3. A Declaração de Rectificação nº 21/2009, ao proceder, nos termos em que o fez, a alterações substanciais no texto do diploma que, aparentemente, vinha rectificar (Lei 7/2009, de 12 de Fevereiro, que aprovou o novo Código do Trabalho), designadamente “recuperando” matéria contra-ordenacional que deixara, entretanto, de vigorar no ordenamento jurídico, por força da versão inicial da referida Lei, viola, assim, os princípios da não retroactividade da lei penal (e contra-ordenacional), da segurança jurídica e da igualdade, decorrentes da Constituição da República Portuguesa (cfr. artigos 9, alínea b), 13º e 29º, nºs 1, 3 e 4).
4. Com efeito, relativamente ao presente recurso, havia certas contra-ordenações de natureza laboral, que se encontravam previstas na Lei 35/2004, de 29 de Julho (anterior Regulamento do Código do Trabalho). Posteriormente, porém, nos termos do art. 12, nº 1, alínea b), da versão original da Lei 7/2009, a Lei 35/2004 foi integralmente revogada, pelo que, no elenco das excepções previstas no nº 6 deste artigo, não se encontrava o art. 484 nº 2 do mesmo diploma, que considerava a violação do art. 245 como contra-ordenação grave; a referência, ao art. 484 da Lei 35/2004, apenas foi introduzida, na referida Lei 7/2009, pela Declaração de Rectificação nº 21/2009, não constando do texto inicial aprovado pela Assembleia da República.
5. Nestes termos, deve julgar-se inconstitucional a norma vertida na alínea m), do nº 6, do artigo 12º do Código do Trabalho, na versão constante da Declaração de Rectificação nº 21/2009, de 18 de Março de 2009, mantendo-se, assim, o juízo de inconstitucionalidade feito pelo Tribunal a quo, com as consequências legais.
6. Não se crê, todavia, de concordar com o digno magistrado a quo quanto à invocada inconstitucionalidade decorrente do facto de o art. 12 da Lei 7/2009 ter vindo criar “um vazio legal”, despenalizando uma conduta - por contraposição com a anterior legislação (Lei 35/2004, de 29 de Julho) -, o que, no entender do mesmo magistrado, violaria o artº. 59º. da Constituição.
7. Desde logo, não se crê estar perante uma verdadeira omissão legislativa, pelo menos voluntária. Com efeito, a Lei 7/2009 (cfr. o proémio do nº 6 do art. 12) previa, na sua versão inicial, a necessidade de uma regulamentação ulterior para diversas das suas disposições, apenas não tendo incluído uma referência aos arts. 484 e 485 da Lei 35/2004 (cfr. versão inicial do art. 12 nº 6, al. m), da Lei 7/2009) por aparente esquecimento do legislador, que procurou corrigir tal esquecimento – embora mal – através da Declaração de Rectificação 21/2009.
8. Ou seja, é pelo facto de o digno magistrado a quo ter previamente considerado – e bem, como se viu - que a Declaração de Rectificação 21/2009 era inconstitucional – solução essa, naturalmente, não pretendida pelo legislador – que a omissão legislativa ocorre, não se crendo de punir o legislador por um facto – omissão de um conduta – que, em rigor, não quis cometer.

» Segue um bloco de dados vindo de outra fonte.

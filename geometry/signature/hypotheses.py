"""A cause as something that predicts how far each point lies off its design."""

from __future__ import annotations

from collections.abc import Callable
from dataclasses import dataclass

import numpy as np

from geometry.checked import Array
from geometry.signature.kinds import Kind
from geometry.signature.setups import Setup, rays

Field = Callable[[Array], Array]
"""Points (n, 2) to displacements: (n, rows) when fixed, (n, rows, k) per parameter."""


@dataclass(frozen=True, slots=True, eq=False)
class Hypothesis:
    """A cause: a fixed field, a field per free parameter, and what it concerns.

    `spent` parameters were already used to find the fixed field. `rarity` is added to
    the loss: minus twice the logarithm of how likely the cause is beforehand.
    A parameter beyond its limit (1 per parameter, none: no limit) makes the cause
    another one. `base` is what the fixed field already holds of each parameter.
    `setup` and `mark` are places in the lists the caller gave. `about` says which
    known field. `rows` is 2 for displacements, 1 for heights.
    """

    kind: Kind
    fixed: Field | None = None
    free: Field | None = None
    spent: int = 0
    rarity: float = 0.0
    limits: tuple[float, ...] = ()
    base: tuple[float, ...] = ()
    setup: int | None = None
    mark: int | None = None
    about: str = ""
    rows: int = 2

    def fixed_at(self, points: Array) -> Array:
        """Displacements (n, rows) at points (n, 2), metres."""
        if self.fixed is None:
            return np.zeros((len(points), self.rows))
        return self.fixed(points)

    def free_at(self, points: Array) -> Array:
        """Displacement per unit of each parameter, (n, rows, k)."""
        if self.free is None:
            return np.zeros((len(points), self.rows, 0))
        return self.free(points)


def shift_field(points: Array) -> Array:
    """East and north, the same everywhere."""
    return np.broadcast_to(np.eye(2), (len(points), 2, 2))


def rotation_field(one: Setup) -> Field:
    """Per radian clockwise about the setup."""
    return lambda points: _column(
        rays(one.at, points).across, rays(one.at, points).length_m
    )


def radial_field(one: Setup) -> Field:
    """Per metre outward, whatever the distance: the prism constant's mark."""
    return lambda points: rays(one.at, points).along[:, :, None]


def scale_field(one: Setup) -> Field:
    """Per unit of scale, growing with the distance from the setup."""
    return lambda points: (points - one.at)[:, :, None]


def joined(*fields: Field) -> Field:
    """Several fields side by side."""
    return lambda points: np.concatenate([f(points) for f in fields], axis=2)


def similarity_field(centre: Array) -> Field:
    """Shift, rotation and scale about a centre: four parameters."""

    def field(points: Array) -> Array:
        d = points - centre
        right = np.column_stack([d[:, 1], -d[:, 0]])
        return np.concatenate(
            [shift_field(points), right[:, :, None], d[:, :, None]], axis=2
        )

    return field


def _column(direction: Array, size: Array) -> Array:
    return (direction * size[:, None])[:, :, None]
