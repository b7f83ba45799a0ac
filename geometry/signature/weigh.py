"""How well one cause explains residuals that also hold noise and wild shots.

Residual = fixed part + design x parameters + setup effects + noise. Parameters are
free, setup effects have a prior; shots are weighted by Huber's function and then,
from there, by outright rejection at a Bonferroni bound, so that the loss

    sum of min(m², cut) + effects' prior + parameters x ln(rows)

is what the estimate minimises. The last term is Schwarz's (BIC, 1978), the
likelihood that of a random-effects linear model; from memory.
"""

from __future__ import annotations

import math
from dataclasses import dataclass

import numpy as np
from numpy.typing import NDArray

from geometry.checked import Array

HUBER = 2.5
MISS_PROBABILITY = 0.01
"""Chance that an honest set of shots has even one beyond the rejection bound."""

_ROUNDS = 14
_SOFT_ROUNDS = 8
_SETTLED = 1e-7


@dataclass(frozen=True, slots=True, eq=False)
class Evidence:
    """Residuals whitened: `values` (n, q), `whiten` (n, q, q), effects (n, q, m)."""

    values: Array
    whiten: Array
    effects: Array
    prior: Array

    @property
    def cut(self) -> float:
        """The squared distance beyond which a shot counts as wild."""
        return 2.0 * math.log(max(len(self.values), 1) / MISS_PROBABILITY)


@dataclass(frozen=True, slots=True, eq=False)
class Fit:
    """One cause weighed. `parameters` (k,), `covariance` (k, k), `loss` as above.

    `wild` (n,) marks shots the cause does not explain; `share` is of those it does.
    """

    loss: float
    parameters: Array
    covariance: Array
    wild: NDArray[np.bool_]
    share: float


def evidence(
    residuals: Array, covariance: Array, effects: Array, variances: Array
) -> Evidence:
    """Residuals (n, q) with blocks (n, q, q), effects (n, q, m) of variance (m,)."""
    whiten = np.linalg.inv(np.linalg.cholesky(covariance))
    return Evidence(
        values=np.einsum("nij,nj->ni", whiten, residuals),
        whiten=whiten,
        effects=whiten @ effects,
        prior=1.0 / variances,
    )


def weigh(
    ev: Evidence,
    fixed: Array,
    design: Array,
    *,
    spent: int = 0,
    rarity: float = 0.0,
) -> Fit | None:
    """Weigh a fixed field (n, q) with a free design (n, q, k).

    `spent` counts parameters already used to find the fixed part, `rarity` is added
    to the loss. None when the shots cannot determine the parameters (too few, or all
    at one distance).
    """
    n, q = ev.values.shape
    k = design.shape[2]
    if n * q <= k + spent:
        return None
    target = ev.values - np.einsum("nij,nj->ni", ev.whiten, fixed)
    full = np.concatenate([ev.whiten @ design, ev.effects], axis=2)
    scale = np.sqrt(np.einsum("nij,nij->j", full, full))
    scale[scale == 0] = 1.0
    full = full / scale
    prior = np.concatenate([np.zeros(k), ev.prior]) / scale**2
    if k and not _determined(full[:, :, :k]):
        return None
    x, distance, normal = _fitted(full, target, prior, ev.cut)
    wild = distance**2 > ev.cut
    effects_loss = float((x[k:] ** 2 * prior[k:]).sum())
    loss = float(np.minimum(distance**2, ev.cut).sum()) + effects_loss
    inverse = np.linalg.inv(normal) / np.outer(scale, scale)
    return Fit(
        loss=loss + (k + spent) * math.log(n * q) + rarity,
        parameters=x[:k] / scale[:k],
        covariance=inverse[:k, :k],
        wild=wild,
        share=1.0 - float(wild.mean()),
    )


def _determined(columns: Array) -> bool:
    normal = np.einsum("nij,nik->jk", columns, columns)
    return float(np.linalg.eigvalsh(normal)[0]) > 1e-9


def _fitted(
    full: Array, target: Array, prior: Array, cut: float
) -> tuple[Array, Array, Array]:
    """Parameters, each shot's distance in standard deviations, the normal matrix."""
    rows = full.shape[0]
    weights, x = np.ones(rows), np.zeros(full.shape[2])
    distance = np.sqrt((target**2).sum(axis=1))
    normal = np.eye(full.shape[2])
    hard = False
    for number in range(_ROUNDS):
        fresh, distance, normal = _step(full, target, prior, weights)
        moved = float(np.abs(fresh - x).max(initial=0.0))
        x = fresh
        settled = moved < _SETTLED * (1.0 + float(np.abs(x).max(initial=0.0)))
        if settled and hard:
            break
        hard = hard or settled or number + 1 >= _SOFT_ROUNDS
        weights = _hard(distance, cut) if hard else _soft(distance)
    return x, distance, normal


def _step(
    full: Array, target: Array, prior: Array, weights: Array
) -> tuple[Array, Array, Array]:
    flat = full.reshape(full.shape[0] * full.shape[1], full.shape[2])
    rows = np.repeat(weights, full.shape[1])
    normal = (flat * rows[:, None]).T @ flat + np.diag(prior)
    # a set of shots all rejected leaves nothing to solve: keep the start
    normal = normal + 1e-12 * np.eye(len(normal))
    x = np.linalg.solve(normal, flat.T @ (rows * target.ravel()))
    left: Array = target - full @ x
    return np.asarray(x), np.sqrt((left**2).sum(axis=1)), normal


def _soft(distance: Array) -> Array:
    return np.minimum(1.0, HUBER / np.maximum(distance, 1e-12))


def _hard(distance: Array, cut: float) -> Array:
    return (distance**2 <= cut).astype(np.float64)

9. Termos em que, nesta parte, não deve o Tribunal Constitucional aceitar esta parte da argumentação do digno magistrado.» (fls. 154 a 157).
3. Devidamente notificada para o efeito, a recorrida deixou expirar o prazo legal, sem que viesse aos autos apresentar qualquer resposta.

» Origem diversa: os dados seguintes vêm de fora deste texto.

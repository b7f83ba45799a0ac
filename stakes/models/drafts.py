"""Drafts of a plan: mutable, outside the record, until the surveyor issues them."""

from __future__ import annotations

import uuid

from django.db import models

from stakes.models.record import Record


class Draft(models.Model):
    """Rows somebody computed, that another person checks and the surveyor issues.

    `rows` are `stakes.exchange.rows.Row` as plain data; `about` holds what else the
    draft was made with: the answers of an import, or the layout of a building.
    """

    COMPUTED, CHECKED, ISSUED, LEFT = "computed", "checked", "issued", "left"

    key = models.UUIDField(primary_key=True, default=uuid.uuid4)
    record = models.ForeignKey(Record, models.PROTECT, related_name="drafts")
    title = models.CharField(max_length=120)
    sort = models.CharField(max_length=12)
    source = models.CharField(max_length=200, blank=True)
    rows = models.JSONField(default=list)
    about = models.JSONField(default=dict)
    complaints = models.JSONField(default=list)
    state = models.CharField(max_length=10, default=COMPUTED)
    computed_person = models.CharField(max_length=64)
    computed_by = models.CharField(max_length=200)
    computed_at = models.DateTimeField(auto_now_add=True)
    checked_person = models.CharField(max_length=64, blank=True)
    checked_by = models.CharField(max_length=200, blank=True)
    checked_at = models.DateTimeField(null=True)
    checked_how = models.CharField(max_length=200, blank=True)
    checked_alone = models.BooleanField(default=False)
    issued_by = models.CharField(max_length=200, blank=True)
    issued_at = models.DateTimeField(null=True)
    first_entry = models.BigIntegerField(null=True)

    class Meta:
        indexes = [
            models.Index(fields=["record", "state"], name="draft_state"),
        ]

    def __str__(self) -> str:
        return f"{self.title} ({self.state})"

    @property
    def is_open(self) -> bool:
        return self.state in (self.COMPUTED, self.CHECKED)
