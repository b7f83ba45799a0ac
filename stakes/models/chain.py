"""Where each mark's own list of entries ends: the next link is chained to it."""

from __future__ import annotations

from django.db import models

from stakes.models.record import Record


class MarkChain(models.Model):
    """The last link of one mark; moves with every entry that names the mark."""

    record = models.ForeignKey(Record, models.PROTECT)
    mark = models.UUIDField()
    running = models.BigIntegerField()
    link = models.CharField(max_length=64)

    class Meta:
        constraints = [
            models.UniqueConstraint(fields=["record", "mark"], name="markchain_mark")
        ]

    def __str__(self) -> str:
        return f"{self.mark} {self.running}"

Assim sendo, cumpre apreciar e decidir.
II – FUNDAMENTAÇÃO
4. Quanto à desaplicação da norma extraída da alínea m) do n.º 6 do artigo 12º da Lei n.º 7/2009, de 12 de Fevereiro, tal como rectificada pela Declaração de Rectificação n.º 21/2009, de18 de Março, importa notar que tem vindo a consolidar-se neste Tribunal jurisprudência no sentido da falta de interesse na apreciação de questões de constitucionalidade decorrentes da referida declaração de rectificação, sempre que a decisão recorrida adopte outros fundamentos alternativos para afastar a aplicação da norma rectificada (neste sentido, ver Acórdãos n.º 576/09, n.º 584/09, n.º 187/10), todos disponíveis in www.tribunalconstitucional.pt). A título de exemplo, destaque-se o Acórdão n.º 576/09:
«2. Segundo a decisão recorrida, a Declaração de Rectificação nº 21/2009, na parte em que alterou a redacção do artigo 12º, nº 6, alínea m), da Lei nº 7/2009, é “nula por várias ordens de razões”: por um lado, é ilegal, porque “não cumpre o disposto no artigo 5º, nº 1, da Lei nº 74/98, de 11 de Novembro; por outro, é inconstitucional, por violação do disposto no artigo 161º, alínea c), da Constituição da República Portuguesa.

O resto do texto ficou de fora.